Ojos del agua

Hiram Aragón
Didier López Carpio

Vi al viejo agacharse a ras de suelo y meter el mentón en el pocito claro que nacía entre unas rocas lamosas. Bebió como animal montés en abrevadero. Tardó casi medio minuto sorbiendo, a paso lento, con degluciones cortas y saboreadas: los ojos cerrados, las orejas restiradas hacia atrás, la nariz burbujeando entre la membrana vidriosa de la superficie líquida. Ese era un momento de vida, como comer, trabajar, engendrar o morir. El hombre bebió del manantial desde siempre, directamente de él, acarreando agua en tinajas de barro, cubetas de peltre y bules sellados con un olote hermético que le hacían la faena menos sofocante durante la canícula. 

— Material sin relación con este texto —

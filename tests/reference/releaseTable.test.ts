import { describe, expect, it } from 'vitest'
import type { ReleaseInput } from '#shared/release/releaseInput'
import { releaseSetting } from '#shared/release/releaseSetting'
import type { EditionName } from '#shared/release/selectionTable'
import type { Height, Mass } from '#shared/units/bodySchemas'
import { printedEightColumns, printedRows, printedSixColumns } from './fixtures/selectionTable'

const lines = (text: string) =>
  text
    .trim()
    .split('\n')
    .map((line) => line.trim().split(/\s+/))
const number = (text: string | undefined) =>
  text === undefined || text === '-' || text === '' ? null : Number(text)
const ends = (text = '-') => (text === '-' ? null : (text.split('..') as [string, string]))
const kg = (value: number): Mass => ({ value, unit: 'kg' })
const lb = (value: number): Mass => ({ value, unit: 'lb' })
const cm = (value: number): Height => ({ value, unit: 'cm' })
const feet = (text: string): Height => {
  const [, whole, inches] = /^(\d)'(\d+)"$/.exec(text) ?? []
  return { feet: Number(whole), inches: Number(inches), unit: 'ft-in' }
}

const rows = lines(printedRows).map(([code = '', massKg, massLb, heightCm, heightFtIn, twist, lean]) => ({
  code,
  massKg: ends(massKg),
  massLb: ends(massLb),
  heightCm: ends(heightCm),
  heightFtIn: ends(heightFtIn),
  twistNm: Number(twist),
  forwardLeanNm: Number(lean),
}))

/** Somebody whose mass, height, age and request move nothing. */
const plain: ReleaseInput = { mass: kg(110), height: cm(205), age: 30, skierType: 'I', soleLengthMm: 300 }
const rowOf = (changes: Partial<ReleaseInput>) => {
  const result = releaseSetting({ ...plain, ...changes })
  return 'row' in result ? result.row : result.reason
}

describe('the bands of the rows', () => {
  for (const { code, massKg, massLb, heightCm, heightFtIn } of rows) {
    const ok = (given: Partial<ReleaseInput>) => {
      // the sole is as short as every row allows, so that no row is left for lack of a value
      expect(rowOf({ soleLengthMm: 150, ...given })).toBe(code)
    }
    if (massKg && massLb) {
      it(`puts ${massKg.join('–')} kg and ${massLb.join('–')} lb into row ${code}`, () => {
        for (const end of massKg) if (end) ok({ mass: kg(Number(end)) })
        if (massKg[1]) ok({ mass: kg(Number(massKg[1]) + 0.9) })
        for (const end of massLb) if (end) ok({ mass: lb(Number(end)) })
        if (massLb[1]) ok({ mass: lb(Number(massLb[1]) + 0.9) })
        for (const end of massLb) {
          if (end)
            ok({ mass: { stone: Math.floor(Number(end) / 14), pounds: Number(end) % 14, unit: 'st-lb' } })
        }
      })
    }
    if (heightCm && heightFtIn) {
      it(`puts ${heightCm.join('–')} cm and ${heightFtIn.join('–')} into row ${code}`, () => {
        for (const end of heightCm) if (end) ok({ height: cm(Number(end)) })
        if (heightCm[1]) ok({ height: cm(Number(heightCm[1]) + 0.9) })
        for (const end of heightFtIn) if (end) ok({ height: feet(end) })
      })
    }
  }

  it('takes a height of 50 cm and one of 1 foot as row H, like any height', () => {
    expect(rowOf({ height: cm(50), soleLengthMm: 300 })).toBe('H')
    expect(rowOf({ height: { feet: 1, inches: 0, unit: 'ft-in' } })).toBe('H')
  })
})

/** Inputs that land in a row: its own mass, or the heaviest with a type that moves down. */
function inputsOfRow(code: string): Partial<ReleaseInput> {
  const row = rows.find((each) => each.code === code)
  if (row?.massKg) return { mass: kg(Number(row.massKg[0])) }
  return { skierType: code === 'N' ? 'II' : code === 'O' ? 'III' : 'III+' }
}

const printed: [EditionName, string][] = [
  ['eight-column', printedEightColumns],
  ['six-column', printedSixColumns],
]
for (const [edition, text] of printed) {
  describe(`the ${edition} edition`, () => {
    const [head = [], ...body] = lines(text)
    const columns = head.slice(1).map((band) => ends(band))

    for (const [code = '', ...cells] of body) {
      it(`gives row ${code} its printed value and torques in every column`, () => {
        const values = cells.map(number)
        const first = values.findIndex((value) => value !== null)
        const last = values.findLastIndex((value) => value !== null)
        const row = rows.find((each) => each.code === code)
        expect(columns).toHaveLength(values.length)
        values.forEach((value, column) => {
          const [from, to] = columns[column] ?? ['', '']
          for (const soleLengthMm of [
            Number(from || 150),
            Number(from || 150) - (from ? 0.9 : 0),
            Number(to || 400),
          ]) {
            const { steps, ...result } = withSteps(
              releaseSetting({ ...plain, ...inputsOfRow(code), edition, soleLengthMm }),
            )
            expect(steps.length).toBeGreaterThan(0)
            expect(result).toEqual(
              column > last
                ? { ok: false, reason: 'sole_longer_than_row', row: code, sidewaysValue: values[last] }
                : {
                    ok: true,
                    row: code,
                    value: column < first ? values[first] : value,
                    sideways: column < first,
                    twistNm: row?.twistNm,
                    forwardLeanNm: row?.forwardLeanNm,
                  },
            )
          }
        })
      })
    }

    it('gives row P no value in any column', () => {
      for (const [from] of columns.map((column) => column ?? [''])) {
        const soleLengthMm = Number(from || 150)
        expect(releaseSetting({ ...plain, skierType: 'III+', edition, soleLengthMm })).toMatchObject({
          ok: false,
          reason: 'row_without_values',
          row: 'P',
        })
      }
    })
  })
}

function withSteps(result: ReturnType<typeof releaseSetting>) {
  if (!('steps' in result)) throw new Error('not well formed')
  return result
}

Recuerda que en el pueblo no se necesitaban pozos, acaso algún pretencioso escarbaba en sus terrenos la privacidad de su propia providencia, pero la mayoría la acarreaba de aquel nacimiento borbollante y la llevaba a reposar a una olla de barro poroso para que se mantuviera fresca y pudieran preparar más tarde pozol, y en las tardes hervir café en la leña del patio. 

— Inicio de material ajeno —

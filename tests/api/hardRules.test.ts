import { randomBytes, randomUUID } from 'node:crypto'
import { eq, sql } from 'drizzle-orm'
import pg from 'pg'
import { afterAll, beforeAll, describe, expect, it } from 'vitest'
import { changeBoots } from '#shared/api/boots'
import { openQuarantine } from '#shared/api/items'
import { saveSkiModel } from '#shared/api/models'
import { readPreset } from '#shared/api/skiPairs'
import {
  bindingModels,
  callBacks,
  boots as bootsTable,
  fittingInputs,
  fittings,
  renters,
  skiModels,
  skis,
} from '../../server/db/schema/schema'
import { databaseError } from '../../server/errors'
import { handOver as handOverSet, preparedSet, setOut, type TestSet } from '../support/handOvers'
import { testShop, type TestShop } from '../support/shop'
import { someoneWaits } from '../support/waits'

let shop: TestShop
let owner: pg.Client
beforeAll(async () => {
  shop = await testShop()
  owner = new pg.Client({ connectionString: shop.app.database.ownerUrl })
  await owner.connect()
})
afterAll(() => owner.end())

const codeOf = (attempt: Promise<unknown>) =>
  attempt.then(
    () => 'done',
    (error: unknown) => databaseError(error)?.code ?? String(error),
  )
const asApp = async (text: string, values: unknown[] = []) => {
  const client = await shop.app.database.pool.connect()
  try {
    return await client.query(text, values)
  } finally {
    client.release()
  }
}

describe('one open fitting per ski pair and per pair of boots', () => {
  it('stands when two transactions claim one pair at the same moment', async () => {
    const pair = await shop.rackedPair()
    const claims = await Promise.all(
      Array.from({ length: 6 }, async () => ({
        rental: await shop.rental(),
        pair,
        boots: await shop.rackedBoots(),
      })),
    )
    const results = await Promise.all(claims.map((claim) => codeOf(shop.fitting(claim))))
    expect(results.filter((result) => result === 'done')).toHaveLength(1)
    const open = await shop.db.$count(
      fittings,
      sql`${fittings.skiPairId} = ${pair.id} and ${fittings.state} in ('claimed', 'prepared')`,
    )
    expect(open).toBe(1)
  })

  it('stands when two transactions claim one pair of boots at the same moment', async () => {
    const boots = await shop.rackedBoots()
    const claims = await Promise.all(
      Array.from({ length: 6 }, async () => ({
        rental: await shop.rental(),
        pair: await shop.rackedPair(),
        boots,
      })),
    )
    const results = await Promise.all(claims.map((claim) => codeOf(shop.fitting(claim))))
    expect(results.filter((result) => result === 'done')).toHaveLength(1)
  })

  it('stands when a fitting is written without the state of its items, and when a state is written without a fitting', async () => {
    const { pair, fittingId } = await preparedSet(shop)
    await expect(
      shop.db.transaction(async (tx) => {
        await tx
          .update(fittings)
          .set({ state: 'void', endReason: 'boots_changed' })
          .where(eq(fittings.id, fittingId))
      }),
    ).rejects.toThrow()
    expect(await codeOf(shop.change({ kind: 'ski_pair', id: pair.id }, 'prepared', 'racked'))).toBe('NW008')
  })

  it('is not gone round by a fitting that is born further on', async () => {
    const { fittingId } = await preparedSet(shop)
    const columns = `shop_id, site_id, number, rental_id, renter_id, inputs_id, ski_pair_id, boots_id, sole_length_mm, release,
      value, track, targets, edition, rules_version, approved, promised_at, claimed_by, claimed_at`
    const born = (state: string) =>
      codeOf(
        asApp(
          `insert into fittings (${columns}, state, record_id)
           select ${columns.replace('number', 'number + 5000')}, $2, record_id from fittings where id = $1`,
          [fittingId, state],
        ),
      )
    for (const state of ['prepared', 'handed_over', 'void']) expect(await born(state)).toBe('NW010')
  })
})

Para el viejo el tiempo siempre representó una dilatación más que una fuga de la existencia: todos los días eran tan similares entre sí, a excepción de los nuevos surcos en el rostro y el nacimiento de nuevos hombres y mujeres. Tuvo una mujer muchos años atrás y que le duró también muchos años: menuda, fibrosa, amable y callada, buena para dar al mundo catorce hijos y moler maíz y cacao en el metate, la extrañaba a menudo y volteaba todas las mañanas a ver el retrato apolillado de la pareja recargado en el baúl de la pieza principal. Los hijos, en tanto, se habían desperdigado por el mundo: tres muertos, otros tres casados y los restantes desaparecidos entre las marañas de la ignominia migratoria. La familia se le había borrado. Un alcalino olor a soledad y escasez de esperanzas merodeaba su casa.

Cuando el hombre bebía del manantial, abría de vez en cuando sus ojos acendrados, dispuestos en su rostro como un par de pepitas de calabaza, y se reconocía con un dejo de ensimismamiento sordo, sin el eco del lenguaje hablado en la sonaja de la conciencia. Sólo ascendían por ahí imágenes del pasado como si de adivinaciones se tratara: un niño esmirriado pastoreando chivos, con un sombrero contrahecho que le guardaba del sol; el morral al costado con blandas y un trozo de venado oreado; en el izquierdo pendulaba el bule recipentario del agüita de manantial que él mismo llenaba antes de salir a su labor bucólica. El llano que colgaba de la serranía a la que se arrimaba su pueblo era de un verde olivo, con matices cremosos y de nogales, olía tan bien aquella gran sábana de hierba que no tenía que inventar ilusiones de lejanía: la vida ahí era un regalo espléndido, ver salir y ocultarse todos los días la gran bola naranja del sol le llenaba de sosiego y liberación; pero ante cualquier cosa su más grande placer era ir siguiendo el hilo de agua que bajaba al llano y ascender hasta el ojo de agua de donde explotaba el borbollón dulce de sus placeres. Casi siempre dejaba a los chivos y a un perro pastor que le acompañaba bebiendo arroyo abajo y él se sentaba en las márgenes del pocito sobre una piedra grande y lisa, metía los pies callosos en el agua y absorbía la energía vitalizadora del poder inexpugnable de lo que nace bajo la tierra, no comprendía aún esas ideas románticas pero ciertas, aunque igual lo sentía en un conocimiento innato del rol natural de las energías.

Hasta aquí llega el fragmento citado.